Post Doc Wins Outstanding Poster in Condensed Matter

 By Jean Andrews
Physics & Astronomy

Dr. Ramon Carrillo Bastos

Dr. Ramon Carrillo Bastos

 

“Attending a conference like this was exciting because I was among specialists who understood my results. That led to thought-provoking conversation for the duration of the event.”

Dr. Ramon Carrillo Bastos, a postdoctoral researcher in the Department of Physics and Astronomy recently attended the 9th International Workshop on Disordered Systems in San Antonio, Texas, where he received an award and cash prize from the European Physical Society Journal (EPS) for the best poster presentation. The EPS is a not for profit association whose members include 42 European national physical societies and research institutions.

His poster on “Electronic transport in graphene nanoribbons with a Gaussian deformation” was based on his paper, “Gaussian deformations in graphene ribbons: Flowers and confinement” which describes research related to the magnetic field of graphene, a one-atom thick sheet of pure carbon. Graphene conducts heat and electricity with great efficiency.

Carrillo Bastos collaborated with co-authors Dr. Nancy Sandler, an associate professor in the department, and three condensed matter researchers located at research centers in Mexico and Brazil.

Carrillo Bastos’s Abstract: The coupling of geometrical and electronic properties is a promising venue to engineer conduction properties in graphene. Confinement added to strain allows for interplay of different transport mechanisms with potential device applications. Narrow strips of the material have been produced by methods such as lithography, unzipping of carbon nanotubes, and chemical techniques. In particular, deposition on patterned SiC substrates produces ribbons with unusual large conductivities, suggesting a strong connection between strain and conductance. Furthermore, effects of strain on electronic properties have also been reported in graphene nanobubbles, drumheads and oscillating membranes among others.

To investigate strain signatures on transport in confined geometries, we focus on graphene nanoribbons (GNR) with circularly symmetric deformations. In particular, we study GNR with an inhomogeneous, out of plane Gaussian deformation, connected to reservoirs. A tight-binding model is solved with the recursive Green’s function method, to obtain conductance, density of states and local density of states. Results are compared with a Dirac model solved by iterative scattering matrix methods.

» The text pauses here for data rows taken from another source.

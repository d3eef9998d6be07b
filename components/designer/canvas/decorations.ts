/** Per-step and per-edge marks laid over the graph: problems, diff status, the live step. */
import type { DiffStatus, ProblemLevel } from "./view-types";

export interface CanvasDecorations {
  stepProblems?: Record<string, { level: ProblemLevel; count: number }>;
  /** Keyed by edge id (machines/graph edgeId). */
  edgeProblems?: Record<string, ProblemLevel>;
  stepDiff?: Record<string, DiffStatus>;
  edgeDiff?: Record<string, DiffStatus>;
  activeStep?: string | null;
  liveEdge?: string | null;
}
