/**
 * Geometry of transition edges between step boxes, pure so it can be tested without a browser.
 *
 * Forward edges leave a step's right side for the next step's left side. Edges running backwards
 * (the exhale → inhale return of a breath cycle laid out left to right) pass underneath both boxes,
 * so they never cut through the steps between. Steps stacked vertically connect bottom to top.
 * Several edges between the same two steps fan out so their labels stay readable.
 */
export interface Box {
  x: number;
  y: number;
  width: number;
  height: number;
}

export interface EdgeGeometry {
  path: string;
  labelX: number;
  labelY: number;
}

const FAN = 30; // px between parallel edges
const LOOP = 48; // px a return edge dips below the lower box

function cubicPoint(p0: number, p1: number, p2: number, p3: number, t: number): number {
  const u = 1 - t;
  return u * u * u * p0 + 3 * u * u * t * p1 + 3 * u * t * t * p2 + t * t * t * p3;
}

function cubic(
  a: [number, number],
  c1: [number, number],
  c2: [number, number],
  b: [number, number],
): EdgeGeometry {
  return {
    path: `M${a[0]},${a[1]} C${c1[0]},${c1[1]} ${c2[0]},${c2[1]} ${b[0]},${b[1]}`,
    labelX: cubicPoint(a[0], c1[0], c2[0], b[0], 0.5),
    labelY: cubicPoint(a[1], c1[1], c2[1], b[1], 0.5),
  };
}

/** Parallel vertical edges have labels at the same height: stack them one label-height apart. */
function stackLabel(g: EdgeGeometry, off: number): EdgeGeometry {
  return { ...g, labelY: g.labelY + off * 0.9 };
}

/** Offset of edge `index` of `count` around the middle: 0, then ±FAN… */
export function fanOffset(index: number, count: number): number {
  return (index - (count - 1) / 2) * FAN;
}

export function selfLoop(box: Box, index: number): EdgeGeometry {
  const lift = 46 + index * 22;
  const a: [number, number] = [box.x + box.width * 0.62, box.y];
  const b: [number, number] = [box.x + box.width * 0.38, box.y];
  return cubic(a, [a[0] + 30, a[1] - lift], [b[0] - 30, b[1] - lift], b);
}

export function edgeGeometry(source: Box, target: Box, index: number, count: number): EdgeGeometry {
  if (source === target || (source.x === target.x && source.y === target.y)) return selfLoop(source, index);
  const off = fanOffset(index, count);
  const sRight = source.x + source.width;
  const sMidY = source.y + source.height / 2;
  const tMidY = target.y + target.height / 2;
  const gap = 24;

  if (target.x >= sRight + gap) {
    // Forward. Ends shift a little apart; the middle spreads more so labels separate.
    const a: [number, number] = [sRight, sMidY + off * 0.3];
    const b: [number, number] = [target.x, tMidY + off * 0.3];
    const dx = Math.max(40, (b[0] - a[0]) / 2);
    return cubic(a, [a[0] + dx, a[1] + off * 1.1], [b[0] - dx, b[1] + off * 1.1], b);
  }
  if (source.x >= target.x + target.width + gap) {
    // Backward: under both boxes.
    const bottom = Math.max(source.y + source.height, target.y + target.height);
    const depth = bottom + LOOP + Math.abs(off) + index * 8;
    const a: [number, number] = [source.x + source.width / 2 + off * 0.5, source.y + source.height];
    const b: [number, number] = [target.x + target.width / 2 + off * 0.5, target.y + target.height];
    return cubic(a, [a[0], depth + (depth - a[1]) * 0.33], [b[0], depth + (depth - b[1]) * 0.33], b);
  }
  // Overlapping columns: the usual case of a top-to-bottom layout.
  const down = target.y > source.y;
  const rowGap = down ? target.y - (source.y + source.height) : source.y - (target.y + target.height);
  if (down && rowGap < source.height * 1.6) {
    // The next row: straight down, bottom to top.
    const a: [number, number] = [source.x + source.width / 2 + off, source.y + source.height];
    const b: [number, number] = [target.x + target.width / 2 + off, target.y];
    const dy = Math.max(30, (b[1] - a[1]) / 2);
    return stackLabel(cubic(a, [a[0], a[1] + dy], [b[0], b[1] - dy], b), off);
  }
  // Skipping rows (down) or returning (up): loop round the side so the curve never crosses the steps
  // in between — down on the left, back up on the right, as a cycle reads clockwise.
  const side = down ? -1 : 1;
  const span = Math.abs(tMidY - sMidY);
  const edgeX = side < 0 ? Math.min(source.x, target.x) : Math.max(source.x + source.width, target.x + target.width);
  // Parallel loops nest (signed offset) rather than share one track.
  const reach = edgeX + side * (LOOP + Math.min(120, span * 0.12) + FAN + off * 1.5);
  const a: [number, number] = [side < 0 ? source.x : source.x + source.width, sMidY + off * 0.3];
  const b: [number, number] = [side < 0 ? target.x : target.x + target.width, tMidY + off * 0.3];
  return stackLabel(cubic(a, [reach, a[1]], [reach, b[1]], b), off);
}
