"use client";
/**
 * A step on the canvas. Fixed size (machines/graph STEP_NODE_SIZE) so the auto-layout and the edge
 * geometry agree with what is drawn. Connections start from the round port on the right; while one
 * is being drawn, the whole of every step becomes a drop target (an invisible handle over the box).
 */
import { memo } from "react";
import { Handle, Position, useConnection, type NodeProps } from "@xyflow/react";
import { STEP_NODE_SIZE } from "@/machines/graph";
import { STEP_KIND_LABELS } from "../model/defaults";
import { commandSummary } from "./command-summary";
import { CANVAS_COLOURS, KIND_STYLES, stepStroke } from "./kind-style";
import { StepShape } from "./step-shape";
import type { StepViewNode } from "./view-types";

const hiddenHandle = { opacity: 0, width: 1, height: 1, minWidth: 0, minHeight: 0, border: 0, pointerEvents: "none" } as const;

function ringColour(data: StepViewNode["data"], selected: boolean): string | null {
  if (data.active) return CANVAS_COLOURS.live;
  if (selected) return CANVAS_COLOURS.selected;
  if (data.diff) return CANVAS_COLOURS[data.diff];
  return null;
}

function StepNodeComponent({ data, selected }: NodeProps<StepViewNode>) {
  const connecting = useConnection((c) => c.inProgress);
  const style = KIND_STYLES[data.meta.kind];
  const stroke = stepStroke(data.meta.kind, data.meta.alarms);
  const ring = ringColour(data, selected);
  return (
    <div
      className="relative select-none"
      style={{ width: STEP_NODE_SIZE.width, height: STEP_NODE_SIZE.height, color: style.ink }}
      data-testid={`step-node-${data.name}`}
      data-kind={data.meta.kind}
      data-active={data.active ? "true" : "false"}
      data-diff={data.diff ?? undefined}
      title={data.meta.description}
    >
      <StepShape
        kind={data.meta.kind}
        fill={data.diff === "removed" ? "#f6e3e2" : style.fill}
        stroke={stroke}
        dashed={style.dashed || data.diff === "removed"}
        strokeWidth={selected || data.active ? 2.5 : 1.5}
        ring={ring}
      />
      <div className="absolute inset-0 flex flex-col justify-center gap-0.5 pl-6 pr-7 pt-1">
        <span className="truncate text-[13px] font-semibold leading-tight">{data.meta.label ?? data.name}</span>
        <span className="truncate text-[10px] opacity-70">
          <span className="uppercase tracking-wide">{STEP_KIND_LABELS[data.meta.kind]}</span>
          {data.meta.label ? <span className="font-mono"> · {data.name}</span> : null}
        </span>
        <span className="truncate font-mono text-[10px] opacity-80">{commandSummary(data.meta.command)}</span>
      </div>
      {data.initial ? <EntryMark /> : null}
      {data.problemCount > 0 ? <ProblemBadge level={data.problem} count={data.problemCount} /> : null}
      {data.active ? (
        <span className="absolute -bottom-2.5 right-3 rounded px-1 text-[9px] font-bold uppercase text-white" style={{ background: CANVAS_COLOURS.live }}>
          live
        </span>
      ) : null}
      <Handle type="target" id="in" position={Position.Left} style={hiddenHandle} isConnectable={false} />
      {connecting && data.editable ? (
        <Handle
          type="target"
          id="drop"
          position={Position.Left}
          isConnectableStart={false}
          style={{ position: "absolute", inset: 0, width: "100%", height: "100%", transform: "none", borderRadius: 0, opacity: 0 }}
        />
      ) : null}
      <Handle
        type="source"
        id="out"
        position={Position.Right}
        isConnectable={data.editable}
        aria-label={`Draw a transition from ${data.name}`}
        style={
          data.editable
            ? { width: 12, height: 12, right: -7, background: "#fff", border: `2px solid ${stroke}` }
            : hiddenHandle
        }
      />
    </div>
  );
}

/** The initial step carries a flag on its top edge: the sequence begins here. */
function EntryMark() {
  return (
    <span
      className="absolute -top-3 left-3 flex items-center gap-1 rounded-sm px-1.5 py-px text-[9px] font-bold uppercase tracking-wider text-white"
      style={{ background: CANVAS_COLOURS.ink }}
      data-testid="initial-marker"
    >
      <svg width="8" height="8" viewBox="0 0 8 8" aria-hidden="true">
        <path d="M1,0 V8 M1,1 H7 L5.5,2.75 L7,4.5 H1" stroke="white" fill="white" strokeWidth="1" />
      </svg>
      entry
    </span>
  );
}

function ProblemBadge({ level, count }: { level: "error" | "warning" | null; count: number }) {
  const colour = level === "error" ? CANVAS_COLOURS.error : CANVAS_COLOURS.warning;
  return (
    <span
      className="absolute -top-2 right-4 min-w-4 rounded-full px-1 text-center text-[10px] font-bold leading-4 text-white"
      style={{ background: colour }}
      aria-label={`${count} ${level === "error" ? "error" : "warning"}${count === 1 ? "" : "s"}`}
    >
      {level === "error" ? "!" : "?"}
      {count > 1 ? count : ""}
    </span>
  );
}

export const StepNode = memo(StepNodeComponent);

We observe an enhancement of the density of states in the deformed region, accompanied with a decrease in the conductance, signaling the presence of confined states. The local density of states exhibits a six-fold symmetric structure with oscillating sub-lattice occupation asymmetry that persists for a wide range of energy and model parameters. The microscopic model reveals sublattice symmetry breaking within each fold, consistent with experimental observations. An external magnetic field magnifies the confinement, but does not restore the sublattice symmetry breaking.